The ecological economics of land degradation: Impacts on ecosystem service values

Paul C. Sutton*, Sharolyn J. Anderson, Robert Costanza, Ida Kubiszewski

*Corresponding author for this work

    Research output: Contribution to journalArticlepeer-review

    233 Citations (Scopus)

    Abstract

    We use two datasets to characterize impacts on ecosystem services. The first is a spatially explicit measure of the impact of human consumption or ‘demand’ on ecosystem services as measured by the human appropriation of net primary productivity (HANPP) derived from population distributions and aggregate national statistics. The second is an actual measure of loss of productivity or a proxy measure of ‘supply’ of ecosystem services derived from biophysical models, agricultural census data, and other empirical measures. This proxy measure of land degradation is the ratio of actual NPP to potential NPP. The HANPP dataset suggests that current ‘demand’ for NPP exceeds ‘supply’ at a corresponding ecosystem service value of $10.5 trillion per year. The land degradation measure suggests that we have lost $6.3 trillion per year of ecosystem service value to impaired ecosystem function.

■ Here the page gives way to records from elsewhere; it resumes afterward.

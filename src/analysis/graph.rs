//! Mode-graph findings of `limpet check`: reachability, the way to a safe mode, missing and
//! shadowed transitions, overlaps, authority raised under a fault, chatter, indistinguishable
//! tracks, unread faults and times off the controller period. Guards are decided exactly by
//! [`super::guards`]; the graph itself is petgraph, with modes as nodes.

use super::guards::{self, Proof, Witness};
use crate::diag::{Diagnostic, Severity};
use crate::lang::Span;
use crate::model::{Debounce, Demand, Edge, Expr, FaultId, Healing, ModeId, Model, Source};
use crate::time::Time;
use petgraph::graph::{DiGraph, NodeIndex};
use serde::Serialize;

/// What a finding is about. The serialised names (and [`FindingKind::code`]) are stable.
#[derive(Clone, Copy, Debug, PartialEq, Eq, PartialOrd, Ord, Hash, Serialize)]
#[serde(rename_all = "kebab-case")]
pub enum FindingKind {
    /// A mode no path of transitions from `start` reaches.
    UnreachableMode,
    /// A mode from which no `drive off` mode can be reached.
    NoPathToSafe,
    /// A mode with no way out that is not safe.
    DeadEnd,
    /// A fault handled in some modes but not in another where it can be set.
    MissingTransition,
    /// A transition that can never fire.
    ShadowedTransition,
    /// Two transitions out of one mode, to different targets, whose guards can hold together.
    OrderDependentOverlap,
    /// A transition raises authority while a fault that led into its source may still be set.
    AuthorityUnderFault,
    /// A cycle of transitions none of which has a `for` dwell.
    Chatter,
    /// Two tracks of one sensor with the same characteristic.
    IdenticalTracks,
    /// A fault no guard reads (it still leaves its tracks out of the merged value).
    UnreadFault,
    /// A fault that suspects no track and that no guard reads: setting it changes nothing.
    InertFault,
    /// A debounce, heal or dwell time that is not a whole number of controller periods.
    OffPeriodTime,
    /// A guard question exceeded the enumeration bound; the finding it would decide is open.
    Inconclusive,
    /// A transition out of a mode needs a latching fault clear that every way into the mode
    /// sets: it cannot fire before the next key on.
    LatchedExit,
}

impl FindingKind {
    /// Stable short name, the same as the serialised one.
    pub fn code(self) -> &'static str {
        match self {
            FindingKind::UnreachableMode => "unreachable-mode",
            FindingKind::NoPathToSafe => "no-path-to-safe",
            FindingKind::DeadEnd => "dead-end",
            FindingKind::MissingTransition => "missing-transition",
            FindingKind::ShadowedTransition => "shadowed-transition",
            FindingKind::OrderDependentOverlap => "order-dependent-overlap",
            FindingKind::AuthorityUnderFault => "authority-under-fault",
            FindingKind::Chatter => "chatter",
            FindingKind::IdenticalTracks => "identical-tracks",
            FindingKind::UnreadFault => "unread-fault",
            FindingKind::InertFault => "inert-fault",
            FindingKind::OffPeriodTime => "off-period-time",
            FindingKind::Inconclusive => "inconclusive",
            FindingKind::LatchedExit => "latched-exit",
        }
    }

    pub fn severity(self) -> Severity {
        match self {
            FindingKind::OrderDependentOverlap
            | FindingKind::UnreadFault
            | FindingKind::InertFault
            | FindingKind::OffPeriodTime => Severity::Warning,
            FindingKind::Inconclusive | FindingKind::LatchedExit => Severity::Note,
            _ => Severity::Error,
        }
    }

    /// Text under the caret.
    fn label(self) -> &'static str {
        match self {
            FindingKind::UnreachableMode => "never entered",
            FindingKind::NoPathToSafe => "no way to a drive-off mode from here",
            FindingKind::DeadEnd => "no way out",
            FindingKind::MissingTransition => "fault not handled here",
            FindingKind::ShadowedTransition => "never fires",
            FindingKind::OrderDependentOverlap => "overlaps an earlier transition",
            FindingKind::AuthorityUnderFault => "raises authority",
            FindingKind::Chatter => "part of an undwelt cycle",
            FindingKind::IdenticalTracks => "same characteristic",
            FindingKind::UnreadFault => "no guard reads this fault",
            FindingKind::InertFault => "has no effect",
            FindingKind::OffPeriodTime => "not a whole number of periods",
            FindingKind::Inconclusive => "too large to decide",
            FindingKind::LatchedExit => "waits for the next key on",
        }
    }
}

Agriculture amounts to 2.8% of global GDP. With global GDP standing at $63 trillion in 2010, all of agriculture represents $1.7 Trillion of the world's GDP. Our estimate of lost ecosystem services represent a significantly larger fraction (~ 10%) of global GDP. This is one reason the economics of land degradation is about a lot more than the market value of agricultural products alone.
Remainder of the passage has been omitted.